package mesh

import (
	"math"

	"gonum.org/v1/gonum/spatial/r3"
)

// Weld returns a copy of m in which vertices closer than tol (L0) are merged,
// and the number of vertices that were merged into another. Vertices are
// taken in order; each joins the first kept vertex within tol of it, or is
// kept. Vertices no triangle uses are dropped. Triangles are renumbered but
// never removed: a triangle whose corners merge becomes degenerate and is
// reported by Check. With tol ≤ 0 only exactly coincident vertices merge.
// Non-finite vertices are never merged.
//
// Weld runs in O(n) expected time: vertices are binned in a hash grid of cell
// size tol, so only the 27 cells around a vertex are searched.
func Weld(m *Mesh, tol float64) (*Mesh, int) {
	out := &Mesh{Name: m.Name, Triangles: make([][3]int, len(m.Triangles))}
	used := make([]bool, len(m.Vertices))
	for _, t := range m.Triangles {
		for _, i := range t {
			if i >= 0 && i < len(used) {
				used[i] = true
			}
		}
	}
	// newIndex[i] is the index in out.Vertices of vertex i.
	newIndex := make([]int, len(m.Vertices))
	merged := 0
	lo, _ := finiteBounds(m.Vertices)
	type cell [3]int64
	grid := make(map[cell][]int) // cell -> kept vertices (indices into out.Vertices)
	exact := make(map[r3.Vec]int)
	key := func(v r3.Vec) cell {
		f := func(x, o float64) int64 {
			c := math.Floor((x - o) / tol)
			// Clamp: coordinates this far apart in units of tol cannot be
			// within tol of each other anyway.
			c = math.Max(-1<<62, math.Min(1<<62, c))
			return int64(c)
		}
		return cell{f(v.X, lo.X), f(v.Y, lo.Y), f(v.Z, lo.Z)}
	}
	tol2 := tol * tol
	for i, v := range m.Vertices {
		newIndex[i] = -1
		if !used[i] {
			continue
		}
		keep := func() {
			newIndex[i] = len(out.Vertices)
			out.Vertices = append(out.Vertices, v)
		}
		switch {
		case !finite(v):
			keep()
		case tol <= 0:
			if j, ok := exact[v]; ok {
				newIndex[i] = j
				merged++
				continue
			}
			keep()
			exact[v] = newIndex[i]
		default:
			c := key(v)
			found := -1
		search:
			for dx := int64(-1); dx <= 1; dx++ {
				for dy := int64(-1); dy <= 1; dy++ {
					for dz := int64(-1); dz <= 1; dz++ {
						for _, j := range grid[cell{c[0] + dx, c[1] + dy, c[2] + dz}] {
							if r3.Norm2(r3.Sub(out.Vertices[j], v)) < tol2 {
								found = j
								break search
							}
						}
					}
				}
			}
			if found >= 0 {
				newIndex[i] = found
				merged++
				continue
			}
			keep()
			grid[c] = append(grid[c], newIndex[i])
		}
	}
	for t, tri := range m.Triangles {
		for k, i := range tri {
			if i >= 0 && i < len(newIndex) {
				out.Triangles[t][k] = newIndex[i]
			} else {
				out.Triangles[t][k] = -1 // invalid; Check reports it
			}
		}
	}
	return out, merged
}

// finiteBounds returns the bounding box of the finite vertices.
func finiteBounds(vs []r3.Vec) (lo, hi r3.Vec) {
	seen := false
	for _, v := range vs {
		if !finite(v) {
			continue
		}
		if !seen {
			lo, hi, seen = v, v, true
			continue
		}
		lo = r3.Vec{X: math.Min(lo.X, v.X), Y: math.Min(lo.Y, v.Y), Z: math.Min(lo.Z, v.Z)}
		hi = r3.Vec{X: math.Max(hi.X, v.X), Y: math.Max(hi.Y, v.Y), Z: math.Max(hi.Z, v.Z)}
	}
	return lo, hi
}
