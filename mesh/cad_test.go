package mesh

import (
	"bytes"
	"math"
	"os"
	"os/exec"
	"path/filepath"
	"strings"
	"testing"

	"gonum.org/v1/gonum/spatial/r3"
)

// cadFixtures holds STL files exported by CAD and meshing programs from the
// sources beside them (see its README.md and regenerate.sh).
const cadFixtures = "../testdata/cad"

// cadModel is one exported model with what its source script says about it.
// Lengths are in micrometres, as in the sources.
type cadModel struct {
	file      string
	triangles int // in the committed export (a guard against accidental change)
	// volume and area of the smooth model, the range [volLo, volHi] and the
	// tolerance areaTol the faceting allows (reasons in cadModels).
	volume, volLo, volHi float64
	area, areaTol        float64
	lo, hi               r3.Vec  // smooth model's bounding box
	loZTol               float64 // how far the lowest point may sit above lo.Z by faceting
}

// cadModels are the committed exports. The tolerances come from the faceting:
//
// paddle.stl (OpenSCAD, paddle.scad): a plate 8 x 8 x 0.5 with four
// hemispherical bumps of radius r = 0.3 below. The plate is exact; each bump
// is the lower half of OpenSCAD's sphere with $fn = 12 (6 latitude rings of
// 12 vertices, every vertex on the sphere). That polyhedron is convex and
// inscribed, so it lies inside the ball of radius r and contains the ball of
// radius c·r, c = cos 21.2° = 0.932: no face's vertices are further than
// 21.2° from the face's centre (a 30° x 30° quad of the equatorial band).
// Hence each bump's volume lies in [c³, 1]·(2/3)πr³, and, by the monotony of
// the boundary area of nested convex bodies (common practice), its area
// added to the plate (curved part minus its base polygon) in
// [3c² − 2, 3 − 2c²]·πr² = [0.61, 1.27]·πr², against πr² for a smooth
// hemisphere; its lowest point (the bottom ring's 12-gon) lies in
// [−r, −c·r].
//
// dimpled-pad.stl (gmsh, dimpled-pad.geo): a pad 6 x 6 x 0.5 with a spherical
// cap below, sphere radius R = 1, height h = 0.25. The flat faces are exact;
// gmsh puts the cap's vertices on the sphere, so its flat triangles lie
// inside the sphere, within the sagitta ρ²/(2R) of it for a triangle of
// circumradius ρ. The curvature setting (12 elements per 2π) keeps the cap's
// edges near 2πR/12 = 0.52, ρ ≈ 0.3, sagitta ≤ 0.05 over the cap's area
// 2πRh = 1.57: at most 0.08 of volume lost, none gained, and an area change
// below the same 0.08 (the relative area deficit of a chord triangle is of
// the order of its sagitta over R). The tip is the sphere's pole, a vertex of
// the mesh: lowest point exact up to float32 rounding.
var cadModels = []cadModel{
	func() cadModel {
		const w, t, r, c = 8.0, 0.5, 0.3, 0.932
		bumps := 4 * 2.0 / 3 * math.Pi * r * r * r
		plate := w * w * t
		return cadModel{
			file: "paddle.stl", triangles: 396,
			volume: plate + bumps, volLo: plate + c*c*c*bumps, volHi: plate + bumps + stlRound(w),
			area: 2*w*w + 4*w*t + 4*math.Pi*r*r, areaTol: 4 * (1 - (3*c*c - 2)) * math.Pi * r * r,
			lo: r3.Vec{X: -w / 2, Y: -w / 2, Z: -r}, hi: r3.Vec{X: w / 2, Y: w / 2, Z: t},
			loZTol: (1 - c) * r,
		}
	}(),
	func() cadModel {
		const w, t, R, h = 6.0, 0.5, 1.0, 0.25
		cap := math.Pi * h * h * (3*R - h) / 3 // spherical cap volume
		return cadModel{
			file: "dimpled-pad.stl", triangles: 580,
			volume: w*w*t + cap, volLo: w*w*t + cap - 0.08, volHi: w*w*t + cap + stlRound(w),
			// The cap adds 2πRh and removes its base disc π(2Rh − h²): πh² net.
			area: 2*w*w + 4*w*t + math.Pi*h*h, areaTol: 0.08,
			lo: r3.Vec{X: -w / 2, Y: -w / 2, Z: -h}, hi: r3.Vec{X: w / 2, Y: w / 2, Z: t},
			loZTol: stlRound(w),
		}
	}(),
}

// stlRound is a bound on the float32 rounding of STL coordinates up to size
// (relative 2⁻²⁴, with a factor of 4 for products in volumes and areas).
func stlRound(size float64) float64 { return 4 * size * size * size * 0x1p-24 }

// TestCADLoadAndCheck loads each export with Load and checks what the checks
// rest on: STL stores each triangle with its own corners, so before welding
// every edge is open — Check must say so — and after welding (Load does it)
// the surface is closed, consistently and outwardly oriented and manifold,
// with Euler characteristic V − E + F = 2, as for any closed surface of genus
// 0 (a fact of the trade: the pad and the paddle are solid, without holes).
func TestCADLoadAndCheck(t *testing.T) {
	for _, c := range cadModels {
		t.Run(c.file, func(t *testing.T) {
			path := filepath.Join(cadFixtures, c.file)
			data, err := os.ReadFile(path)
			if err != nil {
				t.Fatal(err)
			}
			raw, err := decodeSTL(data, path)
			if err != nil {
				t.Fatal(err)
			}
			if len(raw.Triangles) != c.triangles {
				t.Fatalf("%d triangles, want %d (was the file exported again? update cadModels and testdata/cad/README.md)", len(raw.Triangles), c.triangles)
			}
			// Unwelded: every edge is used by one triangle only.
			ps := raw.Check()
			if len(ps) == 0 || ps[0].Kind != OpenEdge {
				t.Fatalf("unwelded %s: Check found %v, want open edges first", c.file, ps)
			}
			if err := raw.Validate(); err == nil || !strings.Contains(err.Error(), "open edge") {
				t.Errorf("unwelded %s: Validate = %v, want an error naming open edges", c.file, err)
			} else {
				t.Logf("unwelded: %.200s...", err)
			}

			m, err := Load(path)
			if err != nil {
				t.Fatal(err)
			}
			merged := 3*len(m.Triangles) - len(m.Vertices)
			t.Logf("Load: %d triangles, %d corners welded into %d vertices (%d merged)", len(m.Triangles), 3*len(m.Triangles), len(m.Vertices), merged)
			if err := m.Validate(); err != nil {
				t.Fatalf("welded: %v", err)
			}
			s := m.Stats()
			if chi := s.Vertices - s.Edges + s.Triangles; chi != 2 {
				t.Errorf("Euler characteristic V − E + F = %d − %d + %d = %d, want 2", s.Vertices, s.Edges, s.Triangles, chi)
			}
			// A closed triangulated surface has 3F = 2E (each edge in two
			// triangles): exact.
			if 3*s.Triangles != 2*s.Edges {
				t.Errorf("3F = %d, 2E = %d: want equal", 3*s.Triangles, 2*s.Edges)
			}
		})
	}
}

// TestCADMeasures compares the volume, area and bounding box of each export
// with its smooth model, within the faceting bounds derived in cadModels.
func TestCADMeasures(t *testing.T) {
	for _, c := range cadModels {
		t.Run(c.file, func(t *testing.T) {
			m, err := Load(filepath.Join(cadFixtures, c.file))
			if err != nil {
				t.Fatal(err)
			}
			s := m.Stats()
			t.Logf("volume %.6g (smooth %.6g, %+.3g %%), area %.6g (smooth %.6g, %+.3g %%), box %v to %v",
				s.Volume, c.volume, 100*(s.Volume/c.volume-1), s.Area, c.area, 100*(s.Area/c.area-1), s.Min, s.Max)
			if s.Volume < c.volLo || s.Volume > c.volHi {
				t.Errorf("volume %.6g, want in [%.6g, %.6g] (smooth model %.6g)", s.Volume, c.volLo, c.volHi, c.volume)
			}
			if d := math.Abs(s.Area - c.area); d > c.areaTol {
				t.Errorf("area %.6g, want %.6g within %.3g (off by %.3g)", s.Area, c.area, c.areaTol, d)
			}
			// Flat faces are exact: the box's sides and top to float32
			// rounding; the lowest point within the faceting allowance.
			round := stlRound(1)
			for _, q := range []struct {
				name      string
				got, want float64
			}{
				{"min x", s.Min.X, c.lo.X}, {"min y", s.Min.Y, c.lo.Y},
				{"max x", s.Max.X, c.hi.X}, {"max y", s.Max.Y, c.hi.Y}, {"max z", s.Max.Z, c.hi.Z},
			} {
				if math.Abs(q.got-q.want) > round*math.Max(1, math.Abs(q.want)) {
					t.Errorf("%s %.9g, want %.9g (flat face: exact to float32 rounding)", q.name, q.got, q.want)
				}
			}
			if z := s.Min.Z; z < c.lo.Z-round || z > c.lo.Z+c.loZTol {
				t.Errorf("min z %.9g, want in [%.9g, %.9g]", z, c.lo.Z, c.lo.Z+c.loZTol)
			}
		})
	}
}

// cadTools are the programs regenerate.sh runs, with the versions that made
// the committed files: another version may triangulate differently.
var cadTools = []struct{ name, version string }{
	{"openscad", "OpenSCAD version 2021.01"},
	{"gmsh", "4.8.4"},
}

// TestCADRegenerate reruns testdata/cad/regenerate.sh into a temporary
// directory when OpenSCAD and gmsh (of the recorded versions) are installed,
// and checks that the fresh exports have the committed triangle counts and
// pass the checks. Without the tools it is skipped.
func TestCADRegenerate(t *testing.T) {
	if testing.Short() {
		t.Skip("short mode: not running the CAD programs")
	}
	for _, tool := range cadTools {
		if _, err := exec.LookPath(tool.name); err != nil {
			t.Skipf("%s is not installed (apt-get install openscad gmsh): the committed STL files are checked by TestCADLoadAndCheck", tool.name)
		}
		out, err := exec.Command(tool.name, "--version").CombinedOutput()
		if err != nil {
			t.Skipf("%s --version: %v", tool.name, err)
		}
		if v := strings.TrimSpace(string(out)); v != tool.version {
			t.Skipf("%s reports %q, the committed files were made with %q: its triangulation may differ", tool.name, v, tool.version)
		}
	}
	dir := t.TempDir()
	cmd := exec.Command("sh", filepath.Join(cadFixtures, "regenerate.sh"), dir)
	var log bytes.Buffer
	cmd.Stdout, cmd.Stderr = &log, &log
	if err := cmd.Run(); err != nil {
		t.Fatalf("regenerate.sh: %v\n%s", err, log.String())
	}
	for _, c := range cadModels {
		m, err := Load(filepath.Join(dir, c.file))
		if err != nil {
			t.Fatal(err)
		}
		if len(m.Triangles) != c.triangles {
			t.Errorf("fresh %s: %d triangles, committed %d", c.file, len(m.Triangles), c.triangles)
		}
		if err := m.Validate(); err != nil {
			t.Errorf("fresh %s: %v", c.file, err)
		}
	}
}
::::
● **Your task**
Look back at the entries above. Retype the line with "to float32 rounding.", the line with "so before welding", and all lines in between.

● **Task result**
// the mesh: lowest point exact up to float32 rounding.
var cadModels = []cadModel{
	func() cadModel {
		const w, t, r, c = 8.0, 0.5, 0.3, 0.932
		bumps := 4 * 2.0 / 3 * math.Pi * r * r * r
		plate := w * w * t
		return cadModel{
			file: "paddle.stl", triangles: 396,
			volume: plate + bumps, volLo: plate + c*c*c*bumps, volHi: plate + bumps + stlRound(w),
			area: 2*w*w + 4*w*t + 4*math.Pi*r*r, areaTol: 4 * (1 - (3*c*c - 2)) * math.Pi * r * r,
			lo: r3.Vec{X: -w / 2, Y: -w / 2, Z: -r}, hi: r3.Vec{X: w / 2, Y: w / 2, Z: t},
			loZTol: (1 - c) * r,
		}
	}(),
	func() cadModel {
		const w, t, R, h = 6.0, 0.5, 1.0, 0.25
		cap := math.Pi * h * h * (3*R - h) / 3 // spherical cap volume
		return cadModel{
			file: "dimpled-pad.stl", triangles: 580,
			volume: w*w*t + cap, volLo: w*w*t + cap - 0.08, volHi: w*w*t + cap + stlRound(w),
			// The cap adds 2πRh and removes its base disc π(2Rh − h²): πh² net.
			area: 2*w*w + 4*w*t + math.Pi*h*h, areaTol: 0.08,
			lo: r3.Vec{X: -w / 2, Y: -w / 2, Z: -h}, hi: r3.Vec{X: w / 2, Y: w / 2, Z: t},
			loZTol: stlRound(w),
		}
	}(),
}

// stlRound is a bound on the float32 rounding of STL coordinates up to size
// (relative 2⁻²⁴, with a factor of 4 for products in volumes and areas).
func stlRound(size float64) float64 { return 4 * size * size * size * 0x1p-24 }

// TestCADLoadAndCheck loads each export with Load and checks what the checks
// rest on: STL stores each triangle with its own corners, so before welding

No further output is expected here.